A casa de notação financeira baixou ainda o «rating» da dívida a curto prazo de «A-2» para «A-3», acrescentando que as restantes dívidas permanecem em observação com implicações negativas, onde se encontram desde que a Sonaecom lançou a oferta pública de aquisição (OPA), a 7 de Fevereiro.

O analista de crédito da Standard & Poor’s, Leandro de Torres Zabala, esclarece que a revisão em baixa do «rating» reflecte o endividamento da PT e o esperado enfraquecimento dos negócios.

A casa acrescenta ainda que está ainda a considerar que depois da venda da PT Multimédia, a capacidade de endividamento da PT vai depender em grande medida do esperado crescimento do «cash flow» de menor qualidade da operadora móvel brasileira Vivo.

Para além destes factores, a S&P realça que após as operações anunciadas será criado um operador alternativo à PT na área de cabo «com um tamanho critico em Portugal».

Com isto, a casa de notação financeira diz esperar que «a pressão competitiva aumente» em relação ao negócio de comunicações através da rede de cobre, o «principal gerador de ‘cash flow’» da maior operadora de telecomunicações nacional.

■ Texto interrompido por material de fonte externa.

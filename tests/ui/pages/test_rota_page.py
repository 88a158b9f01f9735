"""The Rota page: planned on a thread, adopted as one step, judged after every hand edit, posted, re-planned."""

from __future__ import annotations

import csv
import threading
from dataclasses import replace

import pytest
from msgspec import structs
from PySide6.QtCore import QCoreApplication, QEvent, QPoint, Qt
from PySide6.QtGui import QAccessible
from PySide6.QtTest import QTest
from PySide6.QtWidgets import QApplication, QInputDialog, QLabel, QWidget

from kitplanner.plan.edits_replan import Now
from kitplanner.plan.edits_rota import move_bout
from kitplanner.plan.records import Store
from kitplanner.planners import pipeline
from kitplanner.planners.rota.check import judge
from kitplanner.session.document import PlanDocument
from kitplanner.session.rota_run import Ask, Levered, RefusedError, find_levers, fitting_charging
from kitplanner.ui import theme
from kitplanner.ui.pages import rota_export
from kitplanner.ui.pages.plain_table import TableData
from kitplanner.ui.pages.rota_bout_form import BoutForm, HandOverDialog
from kitplanner.ui.pages.rota_desk import same_charging
from kitplanner.ui.pages.rota_levers_dialog import LeversDialog
from kitplanner.ui.pages.rota_page import RotaPage
from kitplanner.ui.pages.rota_replan_dialog import ReplanDialog, ReplanResultDialog
from kitplanner.ui.pages.rota_wrapped_table import WrappedTable
from tests.ui.board.boards import small_plan


def needy(**changes):
    """The small plan whose radios start empty."""
    plan = small_plan(rota=None, **changes)
    radio = structs.replace(plan.devices[0], start_fraction=0.1, use_wh_per_day=6.0)
    return structs.replace(plan, devices=(radio,), stores=(Store(id="b", name="Bank", start_fraction=0.3),))


class Desk:
    """A page with a document, joined as the window joins them."""

    def __init__(self, qtbot, plan, *, owned=True) -> None:
        self.qtbot = qtbot
        self.document = PlanDocument(plan)
        self.page = RotaPage()
        self.document.setParent(self.page)
        if owned:
            qtbot.addWidget(self.page)
        self.page.edit_requested.connect(self._apply)
        self.document.plan_changed.connect(self._show)
        self.page.resize(900, 900)
        self.page.show()
        self._show(None, plan)

    def _apply(self, edit, text, key) -> None:
        self.document.apply(edit, text, key or None)

    def _show(self, _before, after) -> None:
        self.page.set_answers(after, pipeline.run_quick(after, None))
        self.page.catch_up()

    @property
    def plan(self):
        return self.document.plan

    @property
    def desk(self):
        return self.page.desk

    def settle(self) -> None:
        """Wait until all answers are there."""
        self.qtbot.waitUntil(lambda: not self.desk.run.is_busy, timeout=40_000)
        if self.plan.rota is not None and not self.desk.has_errors:
            self.qtbot.waitUntil(lambda: self.desk.is_followed and self.desk.is_judged, timeout=40_000)

    def find(self) -> None:
        """Look for a rota and wait for it."""
        self.page.plan_rota()
        self.qtbot.waitUntil(lambda: self.desk.proposal is not None, timeout=40_000)

    def steps(self) -> list[str]:
        stack = self.document.stack
        return [stack.text(place) for place in range(stack.count())]


@pytest.fixture
def legal():
    """The small plan with the charging table that fits its turns."""
    plan = small_plan()
    return structs.replace(plan, rota=structs.replace(plan.rota, charging=fitting_charging(plan)))


@pytest.fixture
def bare(qtbot):
    made = Desk(qtbot, needy())
    yield made
    made.desk.close()


@pytest.fixture
def adopted(qtbot, legal):
    made = Desk(qtbot, legal)
    made.settle()
    yield made
    made.desk.close()


def dialog(kind):
    return next(one for one in QApplication.topLevelWidgets() if isinstance(one, kind) and one.isVisible())


def test_nothing_is_solved_unasked(bare):
    assert "No rota yet" in bare.page.verdict.text()
    assert not bare.desk.run.is_busy
    assert not bare.page.buttons["adopt"].isEnabled()
    assert bare.page.buttons["adopt"].toolTip()


def test_a_found_rota_is_a_proposal_and_adopting_it_is_one_step(bare):
    before = bare.plan
    bare.find()
    assert bare.plan is before
    assert bare.document.stack.count() == 0
    assert not bare.page.hand.data.editable
    assert "A proposal" in bare.page.state.text()
    assert bare.page.aims.model().rowCount() > 0
    bare.page.buttons["adopt"].click()
    assert bare.steps() == ["Adopt the rota"]
    assert bare.plan.rota.bouts
    assert bare.desk.proposal is None
    assert bare.page.hand.data.editable
    assert bare.page.aims.model().rowCount() > 0, "the aims stay known for the rota as adopted"
    bare.document.stack.undo()
    assert bare.plan == before


def test_a_proposal_of_an_older_plan_cannot_be_adopted(bare):
    bare.find()
    bare.document.apply(lambda plan: structs.replace(plan, margin_fraction=0.3), "margin")
    assert bare.desk.is_stale
    assert not bare.page.buttons["adopt"].isEnabled()
    bare.desk.adopt()
    assert "anew" in bare.page.told.text()
    assert bare.plan.rota is None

Este desenvolvimento deverá ainda «alterar a dinâmica da concorrência do mercado de telecomunicações português».

«Assumindo que a oferta da Sonaecom não tem sucesso e o plano proposto [hoje pela PT] é aprovado, o ‘rating’ pode ser reiterado em ‘BBB-’» e o «outlook» permanecer «indeterminado», de acordo com a nota emitida pela S&P.

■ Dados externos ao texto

//! Whether a straight line is the right shape for the points.
//! Here: two F tests and the bend they speak of. Both take the errors as independent: neighbours that hang together
//! make p too small, which is why a warning needs a bend of some size besides.
//! Elsewhere: the budget line `shape` (`characteristic`).

use super::LineFit;
use crate::stats::f_upper_tail;

/// Below this p a lack of fit is taken as shown.
const SHOWN: f64 = 0.01;
/// Up to this bend a shown lack of fit is not worth a warning: 1 % between the ends of the window, by hand, a
/// fifth of the narrowest usual rate tolerance.
const BEND: f64 = 0.01;
/// Groups of repeated abscissae that a pure-error test needs: two are always met by a line.
const LEAST_GROUPS: usize = 3;

/// What the line was held against.
#[derive(Clone, Copy, Debug, PartialEq, Eq)]
pub enum LackKind {
    /// The spread of points repeated at one abscissa.
    PureError,
    /// A parabola through the same points.
    Curvature,
}

/// An F test of a line against a better shape.
#[derive(Clone, Copy, Debug, PartialEq)]
pub struct LackOfFit {
    /// What the line was held against.
    pub kind: LackKind,
    /// The F statistic; infinite where nothing is left beside the lack of fit.
    pub f: f64,
    /// Degrees of freedom of its numerator.
    pub dof1: f64,
    /// Degrees of freedom of its denominator.
    pub dof2: f64,
    /// Chance of such an F or a larger one, if the line is right and the errors independent.
    pub p: f64,
    /// Slope of the fitted parabola at the largest x over its slope at the smallest, less 1; `None` where the slope at
    /// the smallest x is 0.
    pub bend: Option<f64>,
}

impl LackOfFit {
    /// Whether an inspector should be told: p under 0.01 and a bend of more than 1 % either way.
    ///
    /// Either alone is no ground: thousands of points show a bend that matters to nobody, and noise bends a few.
    pub fn warns(&self) -> bool {
        self.p < SHOWN && self.bend.is_none_or(|bend| bend.abs() > BEND)
    }
}

/// Tests the line fitted through the points `x`, `y` for lack of fit.
///
/// By pure error where three or more abscissae occur exactly more than once and those points do scatter, otherwise by a
/// parabola. `None` for slices of another length than the fit, or too few points for either test.
pub fn lack_of_fit(x: &[f64], y: &[f64], line: &LineFit) -> Option<LackOfFit> {
    if x.len() != line.count || y.len() != line.count {
        return None;
    }
    let parabola = Parabola::beside(line, x)?;
    let sse = squares(&line.residuals);
    let by_groups = pure_error(x, y).and_then(|(within, dof2, groups)| {
        let lack = ((sse - within).max(0.0), (groups - 2) as f64);
        test(LackKind::PureError, lack, (within, dof2), &parabola)
    });
    by_groups.or_else(|| {
        let dof2 = line.count.checked_sub(3).filter(|dof| *dof > 0)? as f64;
        let (gain, left) = ((parabola.gain, 1.0), (parabola.left, dof2));
        test(LackKind::Curvature, gain, left, &parabola)
    })
}

/// Numerator and denominator as (sum of squares, degrees of freedom).
fn test(kind: LackKind, of: (f64, f64), over: (f64, f64), bent: &Parabola) -> Option<LackOfFit> {
    let f = (of.0 / of.1) / (over.0 / over.1);
    Some(LackOfFit {
        kind,
        f,
        dof1: of.1,
        dof2: over.1,
        p: f_upper_tail(f, of.1, over.1).ok()?, // NaN, 0/0, ends here
        bend: bent.bend,
    })
}

/// Sum of squares within groups of one abscissa, its degrees of freedom, and the number of different abscissae.
fn pure_error(x: &[f64], y: &[f64]) -> Option<(f64, f64, usize)> {
    let mut points: Vec<(f64, f64)> = x.iter().copied().zip(y.iter().copied()).collect();
    points.sort_by(|a, b| a.0.total_cmp(&b.0));
    let (mut within, mut groups, mut repeated) = (0.0, 0, 0);
    for group in points.chunk_by(|a, b| a.0 >= b.0) {
        groups += 1;
        repeated += usize::from(group.len() > 1);
        let centre = group.iter().map(|point| point.1).sum::<f64>() / group.len() as f64;
        within += group.iter().map(|at| (at.1 - centre).powi(2)).sum::<f64>();
    }
    let dof = points.len().checked_sub(groups)? as f64;
    (repeated >= LEAST_GROUPS && within > 0.0).then_some((within, dof, groups))
}

/// The parabola that least squares adds to a line.
struct Parabola {
    gain: f64, // sum of squares it explains beyond the line
    left: f64, // sum of squares it leaves
    bend: Option<f64>,
}

impl Parabola {
    /// Fits the residuals of `line` on t² − a·t − b, which is orthogonal to 1 and t, t = (x − x̄)/(span of x).
    fn beside(line: &LineFit, x: &[f64]) -> Option<Self> {
        let (low, high) = (
            x.iter().copied().reduce(f64::min)? - line.x_mean,
            x.iter().copied().reduce(f64::max)? - line.x_mean,
        );
        let unit = high - low;
        let t: Vec<f64> = x.iter().map(|x| (x - line.x_mean) / unit).collect();
        let second = squares(&t);
        let a = t.iter().map(|t| t.powi(3)).sum::<f64>() / second;
        let b = second / t.len() as f64;
        let shape: Vec<f64> = t.iter().map(|t| t * t - a * t - b).collect();
        let product: f64 = shape.iter().zip(&line.residuals).map(|(s, r)| s * r).sum();
        let factor = product / squares(&shape);
        let left = line.residuals.iter().zip(&shape);
        let left = left.map(|(r, s)| (r - factor * s).powi(2)).sum();
        let slope_at = |u: f64| line.slope + factor * (2.0 * u / unit - a) / unit;
        let bend = slope_at(high) / slope_at(low) - 1.0;
        Some(Self {
            gain: factor * product,
            left,
            bend: Some(bend).filter(|bend| bend.is_finite()),
        })
    }
}

fn squares(values: &[f64]) -> f64 {
    values.iter().map(|value| value * value).sum()
}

Este cenário permanecerá até haver mais pormenores e análises do negócio e das implicações financeiras do plano apresentado pela PT, «contudo, não podemos excluir a possibilidade do ‘rating’ ser revisto em baixa para ‘BB+’», essencialmente se a casa de notação verificar um «endividamento excessivo da estrutura de capital».

«Os ‘ratings’ vão permanecer sobre vigilância com implicações negativas até à oferta da Sonaecom falhar ou vingar, reflectindo o risco de que, se a oferta vingar, poderá ser implementada uma nova estrutura com um endividamento ainda mais elevado».